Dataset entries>
######

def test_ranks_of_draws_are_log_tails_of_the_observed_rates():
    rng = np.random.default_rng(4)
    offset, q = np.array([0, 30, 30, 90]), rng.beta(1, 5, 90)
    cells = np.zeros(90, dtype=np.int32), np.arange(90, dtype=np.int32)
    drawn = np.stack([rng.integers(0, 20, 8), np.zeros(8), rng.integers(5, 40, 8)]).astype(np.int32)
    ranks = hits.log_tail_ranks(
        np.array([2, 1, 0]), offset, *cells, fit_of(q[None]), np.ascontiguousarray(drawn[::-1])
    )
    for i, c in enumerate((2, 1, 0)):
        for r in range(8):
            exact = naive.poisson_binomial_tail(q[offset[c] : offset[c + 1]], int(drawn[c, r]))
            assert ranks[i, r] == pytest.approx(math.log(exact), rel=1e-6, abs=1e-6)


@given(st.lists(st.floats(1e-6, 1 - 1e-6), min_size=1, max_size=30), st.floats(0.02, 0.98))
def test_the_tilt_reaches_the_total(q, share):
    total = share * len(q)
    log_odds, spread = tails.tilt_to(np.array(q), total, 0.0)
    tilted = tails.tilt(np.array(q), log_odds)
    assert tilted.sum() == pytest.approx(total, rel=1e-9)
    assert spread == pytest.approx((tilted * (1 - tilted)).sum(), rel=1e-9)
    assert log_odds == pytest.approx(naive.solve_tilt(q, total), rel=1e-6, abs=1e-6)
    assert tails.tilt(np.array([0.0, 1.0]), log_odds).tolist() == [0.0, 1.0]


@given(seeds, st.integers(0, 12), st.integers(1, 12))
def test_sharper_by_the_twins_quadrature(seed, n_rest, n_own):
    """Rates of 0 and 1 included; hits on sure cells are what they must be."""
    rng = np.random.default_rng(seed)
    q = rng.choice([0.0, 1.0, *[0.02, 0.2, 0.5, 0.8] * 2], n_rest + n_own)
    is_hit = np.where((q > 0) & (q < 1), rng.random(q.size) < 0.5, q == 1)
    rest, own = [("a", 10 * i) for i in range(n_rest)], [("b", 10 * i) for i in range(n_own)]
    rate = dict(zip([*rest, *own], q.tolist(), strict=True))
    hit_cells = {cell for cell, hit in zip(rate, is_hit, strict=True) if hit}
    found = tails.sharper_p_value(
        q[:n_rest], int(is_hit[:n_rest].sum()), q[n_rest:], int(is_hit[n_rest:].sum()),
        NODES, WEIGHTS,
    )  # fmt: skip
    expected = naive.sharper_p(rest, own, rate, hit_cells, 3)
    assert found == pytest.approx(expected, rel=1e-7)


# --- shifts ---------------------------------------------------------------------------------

######

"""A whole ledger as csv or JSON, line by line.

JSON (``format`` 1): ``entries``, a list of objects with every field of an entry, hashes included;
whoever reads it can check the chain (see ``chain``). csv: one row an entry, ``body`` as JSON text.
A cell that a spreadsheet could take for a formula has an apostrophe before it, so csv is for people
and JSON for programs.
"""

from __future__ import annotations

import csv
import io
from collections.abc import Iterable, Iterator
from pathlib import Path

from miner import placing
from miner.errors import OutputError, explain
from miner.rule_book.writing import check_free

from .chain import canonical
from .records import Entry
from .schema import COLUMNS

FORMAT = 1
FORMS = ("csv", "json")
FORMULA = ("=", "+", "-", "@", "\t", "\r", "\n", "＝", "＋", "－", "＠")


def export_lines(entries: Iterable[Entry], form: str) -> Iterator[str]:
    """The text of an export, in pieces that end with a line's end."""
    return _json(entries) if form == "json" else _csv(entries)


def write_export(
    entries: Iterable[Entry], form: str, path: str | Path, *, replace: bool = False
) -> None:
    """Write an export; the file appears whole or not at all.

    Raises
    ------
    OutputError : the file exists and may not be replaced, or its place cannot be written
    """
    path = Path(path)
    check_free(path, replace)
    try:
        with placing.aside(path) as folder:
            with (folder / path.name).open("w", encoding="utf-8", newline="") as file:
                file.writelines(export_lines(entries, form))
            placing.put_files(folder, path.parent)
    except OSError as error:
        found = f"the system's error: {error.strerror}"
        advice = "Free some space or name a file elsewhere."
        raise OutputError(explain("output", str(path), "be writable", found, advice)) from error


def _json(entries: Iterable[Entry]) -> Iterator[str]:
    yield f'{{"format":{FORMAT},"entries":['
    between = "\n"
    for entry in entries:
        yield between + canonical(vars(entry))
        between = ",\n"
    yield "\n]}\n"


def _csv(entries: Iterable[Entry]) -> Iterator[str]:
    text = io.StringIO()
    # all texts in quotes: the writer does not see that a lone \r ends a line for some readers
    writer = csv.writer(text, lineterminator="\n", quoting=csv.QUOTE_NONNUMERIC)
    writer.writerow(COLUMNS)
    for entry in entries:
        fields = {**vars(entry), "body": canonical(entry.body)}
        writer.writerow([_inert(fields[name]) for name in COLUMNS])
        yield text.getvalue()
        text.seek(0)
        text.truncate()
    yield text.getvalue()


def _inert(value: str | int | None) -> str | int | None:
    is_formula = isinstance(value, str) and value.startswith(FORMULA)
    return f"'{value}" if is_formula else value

######

Directions for this task> Among the entries above, copy exactly only the lines starting with the one containing "writer.writerow([_inert(fields[name]) for name" and going through the one containing "is_formula else value", both ends included.

Exercise solution>
        writer.writerow([_inert(fields[name]) for name in COLUMNS])
        yield text.getvalue()
        text.seek(0)
        text.truncate()
    yield text.getvalue()


def _inert(value: str | int | None) -> str | int | None:
    is_formula = isinstance(value, str) and value.startswith(FORMULA)
    return f"'{value}" if is_formula else value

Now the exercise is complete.